== Segment start ==

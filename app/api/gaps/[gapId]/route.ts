import { json } from "@/lib/server/http/api";
import { channelRoute } from "@/lib/server/http/route-builder";
import { gapUpdateSchema } from "@/lib/schemas/footage";
import { updateGap } from "@/db/queries/coverage";

export const PATCH = channelRoute({ load: "gap", action: "coverage.manage", body: gapUpdateSchema, what: "gap" }, async ({ gap, body: patch }) => {
  const after = await updateGap({ id: gap.id, patch });
  return json({ gap: { id: after!.id, status: after!.status, note: after!.note } });
});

== Segment end ==

**WHAT IS NEEDED:**
Work out how many lines in the preceding data include the word "json". State only that number.

**ANSWER TO THIS TASK:**
2